Starr County takes out $1.5M loan to keep county running

    RIO GRANDE CITY — Starr County will be taking out loan in order to keep the county running until the end of the fiscal year.

    RIO GRANDE CITY — Starr County will be taking out loan in order to keep the county running until the end of the fiscal year.

    The commissioners agreed to take out a $1.5 million loan from Lone Star National Bank. The loan is structured like a line of credit, said County Judge Eloy Vera who was authorized to withdraw funds as needed.

    The decision comes as interim County Auditor Boyd Carter reported that the county has a projected general fund balance of -$1,654,000. Carter delivered a breakdown of the county’s finances during a commissioners court meeting July 10.

    The negative fund balance was a result of expenditures that exceeded the revenues in both the Road and Bridge Fund and in the General Fund.

    As of July 7, revenues for the Road and Bridge fund amounted to $5,078,000 with a total projected revenue of $5,503,000 through the end of the fiscal year.

    The total projected expenditures through the end of the year amount to $5,654,000, which gives them a projected budget deficit of $151,000.

    The county already began the fiscal year with a deficit of $1,003,000 which, together with the projected deficit, equals a total of $1,154,000 in the Road and Bridge Fund.

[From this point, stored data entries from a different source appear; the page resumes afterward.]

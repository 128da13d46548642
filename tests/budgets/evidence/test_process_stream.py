import math

import numpy as np
import pytest
from hypothesis import given, settings
from hypothesis import strategies as st
from scipy.signal import lfilter

from budgets.budget import Budget, Count, Procedure
from budgets.components import Component
from budgets.errors import ComponentError, EvidenceError, NotSupportedError
from budgets.evidence.study_data import NamedSource, StudyData, evaluate_study

PROCESS = {"held_sample": False, "lot_length": 200, "increments": 10, "scheme": "systematic"}
HELD = {"held_sample": True}


def evaluated(values, options, positions=None, **more):
    columns, rows = ("reading",), [(float(x),) for x in values]
    if positions is not None:
        columns, rows = (
            ("position", "reading"),
            [(float(p), *r) for p, r in zip(positions, rows, strict=True)],
        )
    return evaluate_study(
        "process_stream", StudyData(columns, tuple(rows)), study="ps", options=options, **more
    )


def autoregressive(seed, phi, size):
    noise = np.random.default_rng(seed).normal(0, math.sqrt(1 - phi * phi), size + 400)
    return 3 + lfilter([1], [1, -phi], noise)[400:]


def codes(evaluation):
    return [warning.code for warning in evaluation.warnings]


def test_independent_noise_is_that_of_its_standard_deviation():
    generator = np.random.default_rng(1)
    called = [codes(evaluated(generator.normal(3, 0.02, 400), HELD)) for _ in range(100)]
    assert sum("autocorrelated" in own for own in called) <= 6
    x = generator.normal(3, 0.02, 400)
    evaluation = evaluated(x, HELD)
    estimate = evaluation.estimate("repeatability")
    assert estimate.standard_uncertainty == pytest.approx(x.std(ddof=1), rel=0.02)
    assert estimate.degrees_of_freedom == pytest.approx(399, rel=0.15)
    assert estimate.may_feed[0] == "reading"
    assert estimate.interval.method == "chi-square"
    assert Component.from_estimate("noise", "moisture", None, estimate, "A").level == "reading"


def test_a_series_short_for_its_correlation_is_told():
    short = evaluated(autoregressive(8, 0.9, 200), HELD)
    (detail,) = [w.detail for w in short.warnings if w.code == "short-for-its-correlation"]
    # In truth worth 200 (1 - 0.9)/(1 + 0.9) = 10.5.
    assert "200 readings that follow one another so long are worth" in detail
    assert "short-for-its-correlation" not in codes(evaluated(autoregressive(3, 0.5, 200), HELD))
    # Also where successive readings seem independent: what follows later counts.
    wave = 0.5 * np.sin(2 * np.pi * np.arange(120) / 4) + HELD_X
    assert "short-for-its-correlation" not in codes(evaluated(wave, HELD))


@pytest.mark.parametrize(("phi", "number"), [(0.0, 1), (0.0, 40), (0.5, 20), (0.7, 1)])
def test_the_degrees_of_freedom_are_those_of_simulated_variances(phi, number):
    """2 mean^2 / variance of the variances of 200 series of 400; within what 200 series tell.

    Without correlation and number 1 they are n - 1 (JCGM 100:2008, 4.2.3 with G.3, from memory).
    """
    options = {**HELD, "readings_averaged": number}
    found = [evaluated(autoregressive(seed, phi, 400), options).estimate() for seed in range(200)]
    variances = np.array([estimate.variance for estimate in found])
    simulated = 2 * variances.mean() ** 2 / variances.var()
    stated = np.median([estimate.degrees_of_freedom for estimate in found])
    # Never too many by much; of a mean of readings that do not hang together too few.
    assert simulated / 2 < stated < simulated * 1.35


def test_a_mean_of_correlated_readings_is_worth_what_the_theory_says():
    phi, number = 0.8, 16
    k = np.arange(1, number)
    # n_eff = n / (1 + 2 sum (1 - k/n) rho_k) with rho_k = phi^k
    worth = number / (1 + 2 * ((1 - k / number) * phi**k).sum())
    found = [
        evaluated(autoregressive(seed, phi, 1000), {**HELD, "readings_averaged": number}).diagnostics[
            "effective_number_of_readings"
        ]
        for seed in range(60)
    ]
    assert np.mean(found) == pytest.approx(worth, rel=0.06)
    evaluation = evaluated(autoregressive(1, phi, 1000), {**HELD, "readings_averaged": number})
    assert evaluation.estimate().name == "averaged_repeatability"
    assert evaluation.estimate().may_feed[0] == "presentation"
    detail = next(w.detail for w in evaluation.warnings if w.code == "autocorrelated")
    assert "16 of them are worth" in detail
    assert "promises too much" in next(
        w.detail for w in evaluated(autoregressive(1, phi, 1000), HELD).warnings if w.code == "autocorrelated"
    )


def test_readings_that_go_against_the_one_before_average_better_than_independent_ones():
    evaluation = evaluated(autoregressive(1, -0.5, 1000), {**HELD, "readings_averaged": 16})
    assert evaluation.diagnostics["effective_number_of_readings"] > 16
    warnings = {w.code: w.detail for w in evaluated(autoregressive(1, -0.5, 1000), HELD).warnings}
    assert "a mean of several is better known" in warnings["autocorrelated"]
    assert "promises too much" not in warnings["autocorrelated"]


ALTERNATING = np.where(np.arange(400) % 2, 1.0, -1.0)
WITH_A_WAVE = ALTERNATING + 0.6 * np.cos(1.2 * np.arange(400))


@pytest.mark.parametrize(
    ("x", "number"), [(3 + ALTERNATING, 2), (3 + ALTERNATING, 10), (3 + WITH_A_WAVE, 10)]
)
def test_an_alternation_is_no_noise_that_an_average_could_be_credited_with(x, number):
    with pytest.raises(EvidenceError, match="it is no noise but an alternation") as caught:
        evaluated(x, {**HELD, "readings_averaged": number})
    assert caught.value.where == ("options", "readings_averaged")
    assert "short-for-its-correlation" not in {w.code for w in evaluated(x, HELD).warnings}


@pytest.mark.slow
@pytest.mark.parametrize(
    ("phi", "size", "options", "truth", "least"),
    [
        (0.8, 1000, {**HELD, "readings_averaged": 16}, 0.41065, 0.85),
        (0.95, 2000, {**PROCESS, "lot_length": 500, "increments": 25}, 0.0069588, 0.85),
        (
            0.95,
            2000,
            {**PROCESS, "lot_length": 500, "increments": 25, "scheme": "stratified"},
            0.0107765,
            0.85,
        ),
        (0.95, 2000, {**PROCESS, "lot_length": 1000, "increments": 4, "scheme": "random"}, 0.24044, 0.85),
    ],
)
def test_estimates_are_unbiased_and_intervals_hold_the_truth_about_as_often_as_documented(
    phi, size, options, truth, least
):
    """Truth: the sums and integrals over the known autocorrelation phi^k."""
    found = [evaluated(autoregressive(seed, phi, size), options).estimates[0] for seed in range(150)]
    assert np.mean([e.variance for e in found]) == pytest.approx(truth, rel=0.08)
    held = sum(e.interval.lower <= math.sqrt(truth) <= e.interval.upper for e in found)
    assert held >= least * 150


def test_the_analyzer_is_taken_out_of_the_sampling_variance(an_estimate):
    stream = autoregressive(7, 0.95, 2000)
    noisy = stream + np.random.default_rng(7).normal(0, 0.3, 2000)
    alone = evaluated(stream, PROCESS).estimate()
    source = NamedSource("analyzer_repeatability", an_estimate(variance=0.09))
    evaluation = evaluated(noisy, PROCESS, named_sources=[source])
    cleaned = evaluation.estimate()
    assert cleaned.terms[1].mean_square == source.estimate.terms[0].mean_square
    # 1/N, less the weight of a nugget that came out below the analyzer's variance
    assert cleaned.terms[1].coefficient == pytest.approx(-0.1, rel=0.06)
    assert cleaned.variance == pytest.approx(alone.variance, rel=0.25)
    assert evaluated(noisy, PROCESS).estimate().variance > cleaned.variance + 0.005
    assert (alone.contains, cleaned.contains) == (("sampling", "repeatability"), ("sampling",))
    assert cleaned.taken_out == ("repeatability",)
    assert cleaned.interval.method == "modified large-sample"
    assert "analyzer-not-taken-out" in codes(evaluated(noisy, PROCESS))
    assert "analyzer-not-taken-out" not in codes(evaluation)
    assert evaluation.diagnostics["nugget"] == pytest.approx(0.09, rel=0.5)


def test_a_nugget_with_the_analyzer_in_it_stands_beside_no_repeatability(an_estimate):
    """The analyzer's error would be counted twice; taken out of the nugget, it is wanted again."""
    stream = autoregressive(7, 0.95, 2000) + np.random.default_rng(7).normal(0, 0.3, 2000)
    repeatability = an_estimate(variance=0.09, contains=("repeatability",))
    named = [NamedSource("analyzer_repeatability", repeatability)]

    def budget(*sources, with_repeatability):
        sampling = evaluated(stream, PROCESS, named_sources=sources).estimate()
        parts = [Component.from_estimate("increments", "moisture", None, sampling, "A")]
        if with_repeatability:
            parts.append(Component.from_estimate("repeatability", "moisture", None, repeatability, "A"))
        once = Procedure(Count(1, 1, 1), Count(1, 1, 1))
        return Budget(tuple(parts), once, 0.95, None, "corrected", (0.0, 10.0))

    with pytest.raises(ComponentError, match="both contain repeatability"):
        budget(with_repeatability=True)
    with pytest.raises(ComponentError, match="repeatability was taken out of increments"):
        budget(*named, with_repeatability=False)
    levels = [part.level for part in budget(*named, with_repeatability=True).components]
    assert levels == ["sample", "reading"]


def test_the_effective_number_of_independent_values_is_no_answer_for_a_lot():
    """AR(1) 0.95, a lot of 1000, 50 systematic increments: true 0.058 sigma, by n_eff of the mean 0.204.

    n_eff speaks of the long-run mean of the process; the mean of this lot is known far better.
    """
    k, phi = np.arange(1, 50), 0.95
    long_run = math.sqrt((1 + 2 * ((1 - k / 50) * phi ** (20 * k)).sum()) / 50)
    assert long_run == pytest.approx(0.204, abs=0.0015)
    found = [
        evaluated(autoregressive(seed, phi, 4000), {**PROCESS, "lot_length": 1000, "increments": 50})
        for seed in range(20)
    ]
    mean_square = np.mean([evaluation.estimate().variance for evaluation in found])
    assert math.sqrt(mean_square) == pytest.approx(0.058, rel=0.08)


def test_an_analyzer_noisier_than_the_stream_leaves_nothing_usable(an_estimate):
    x = np.random.default_rng(8).normal(3, 0.1, 500)
    source = NamedSource("analyzer_repeatability", an_estimate(variance=0.02))
    evaluation = evaluated(x, PROCESS, named_sources=[source])
    assert not evaluation.estimate().usable
    assert "component-negative" in codes(evaluation)
    assert evaluation.diagnostics["equivalent_random_increments"] is None


def test_positions_give_the_step():
    x = autoregressive(9, 0.9, 500)
    one = evaluated(x, PROCESS)
    other = evaluated(x, {**PROCESS, "lot_length": 1000}, np.arange(500) * 5.0 + 1e5)
    assert other.diagnostics["step"] == 5
    assert one.estimate().variance == pytest.approx(other.estimate().variance)
    schemes = one.diagnostics["sampling_standard_deviations"]
    assert max(schemes["systematic"], schemes["stratified"]) < schemes["random"]
    assert schemes["systematic"] ** 2 == pytest.approx(one.estimate().variance)
    # Ten random increments are worth ten; systematic ones more.
    assert one.diagnostics["equivalent_random_increments"] > 10
    assert len(one.diagnostics["variogram"]) == 200


def test_a_cycle_near_the_steps_of_the_increments_is_told():
    wave = 1.5 * np.sin(2 * np.pi * np.arange(1000) / 20)
    x = autoregressive(10, 0.5, 1000) + wave
    meets = evaluated(x, PROCESS)
    assert "cycle-meets-increments" in codes(meets)
    assert meets.diagnostics["cycle_period"] == pytest.approx(20, rel=0.02)
    # All of the wave's variance 1.5^2/2 stays in the mean.
    assert meets.estimate().variance == pytest.approx(1.125, rel=0.25)
    assert "cycle" in codes(evaluated(x, {**PROCESS, "scheme": "stratified"}))
    apart = evaluated(x, {**PROCESS, "increments": 16})
    assert "cycle" in codes(apart) and apart.estimate().variance < 0.3


def test_increments_closer_than_the_readings_are_told():
    evaluation = evaluated(autoregressive(11, 0.9, 300), {**PROCESS, "lot_length": 8})
    assert "increments-closer-than-readings" in codes(evaluation)


@settings(max_examples=10, deadline=None)
@given(st.integers(0, 500), st.floats(-1e5, 1e5), st.floats(1e-3, 1e3), st.booleans())
def test_shift_and_scale_do_not_matter(seed, shift, scale, held):
    x = np.random.default_rng(seed).normal(size=300)
    options = HELD if held else PROCESS | {"lot_length": 100}
    one, other = evaluated(x, options), evaluated((x + shift) * scale, options)
    assert other.estimate().variance / scale**2 == pytest.approx(one.estimate().variance, rel=1e-5)
    # Read backwards a stationary series says the same.
    assert evaluated(x[::-1], options).estimate().variance == pytest.approx(one.estimate().variance, rel=1e-9)


X = np.random.default_rng(12).normal(3, 0.1, 60)
HELD_X = np.random.default_rng(12).normal(3, 0.1, 120)


@pytest.mark.parametrize(
    ("values", "options", "where", "match"),
    [
        (X, {}, ("options", "held_sample"), "held in place"),
        (X, {"held_sample": "yes"}, ("options", "held_sample"), "held in place"),
        ([3.0] * 60, HELD, ("rows",), "all readings are equal"),
        (X * 1e-200, {**PROCESS, "lot_length": 30}, ("rows",), "all readings are equal"),
        (X[:29], {**PROCESS, "lot_length": 10}, ("rows",), "29 readings; a series of a running process"),
        (HELD_X[:99], HELD, ("rows",), "99 readings; a series of a held sample is evaluated from 100 on"),
        (HELD_X, {**HELD, "readings_averaged": 13}, ("options", "readings_averaged"), "1 to 12"),
        (HELD_X, {**HELD, "scheme": "random"}, ("options", "scheme"), "does not belong"),
        (
            X,
            {**PROCESS, "lot_length": 30, "readings_averaged": 2},
            ("options", "readings_averaged"),
            "belong",
        ),
        (X, {**PROCESS, "lot_length": 31}, ("options", "lot_length"), "twice as long"),
        (X, {**PROCESS, "lot_length": math.inf}, ("options", "lot_length"), "above 0"),
        (X, {**PROCESS, "lot_length": 30, "increments": 2.5}, ("options", "increments"), "whole number"),
        (X, {**PROCESS, "lot_length": 30, "scheme": "zigzag"}, ("options", "scheme"), "one of random"),
        (np.arange(120) / 10, HELD, ("rows",), "drifted"),
    ],
)
def test_what_cannot_be_answered_is_refused(values, options, where, match):
    with pytest.raises(EvidenceError, match=match) as caught:
        evaluated(values, options)
    assert caught.value.where == where


def test_all_missing_options_are_named_at_once():
    with pytest.raises(EvidenceError) as caught:
        evaluated(X, {"held_sample": False})
    assert [fault.where[1] for fault in caught.value.each()] == ["lot_length", "increments", "scheme"]


def test_unequal_steps_are_named_by_their_row():
    positions = np.arange(120.0)
    positions[40:] += 1
    with pytest.raises(EvidenceError, match="a step of 2 among steps of 1") as caught:
        evaluated(HELD_X, HELD, positions)
    assert caught.value.where == ("rows", 40)
    with pytest.raises(EvidenceError, match="do not increase"):
        evaluated(HELD_X, HELD, positions[::-1])


def test_sources_that_cannot_be_taken_out_are_refused(an_estimate):
    good = NamedSource("analyzer_repeatability", an_estimate())
    with pytest.raises(EvidenceError, match="nothing is taken out"):
        evaluated(HELD_X, HELD, named_sources=[good])
    options = {**PROCESS, "lot_length": 30}
    with pytest.raises(NotSupportedError, match="presentation in a stream"):
        evaluated(X, options, named_sources=[NamedSource("presentation", an_estimate())])
    with pytest.raises(EvidenceError, match="named once"):
        evaluated(X, options, named_sources=[good, good])
    with pytest.raises(EvidenceError, match="not usable"):
        evaluated(
            X, options, named_sources=[NamedSource("analyzer_repeatability", an_estimate(usable=False))]
        )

    As for the general fund, Carter said the total projected revenues totaled $16,777,000 while their total projected expenditures were $17,726,000, resulting in a deficit of $949,000.

    However, the county has a current balance of $298,000, which brings the current cash available to -$651,000. The existing deficit in the Road and Bridge Fund of $1,003,000 was also calculated in the General Fund to arrive at the -$1,654,000 projected balance.

    The shortfall, Vera explained, was in part due to the closure of eight-liner game rooms. The county decided to stop issuing permits for the eight-liner machines earlier this year which were expected to bring in about $800,000 for the county. Because the county only collected permit fees for the first quarter of the year, the county was $600,000 short.

    Another reason for the shortfall was a disagreement over abatements with Duke Energy Renewables, an energy company that constructed wind farms in the county.

    News of the county’s continued financial struggles comes as commissioners learned the county’s audit report was not completed by the June 30 deadline, which was needed to apply for federal and state grants.

    The county was denied an extension to submit the report for Community Development Block Grants for which they will be unable to apply for two years. CDBG grants are meant to fund projects that benefit low-to-moderate income residents.

    Carter was quickly appointed in May to complete the audit after the district court judges chose to not renew the contract of the previous auditor.

    Vera noted the county was owed payment of about half a million dollars from Duke Energy. He said he met with Duke representatives who assured him payment would be coming soon.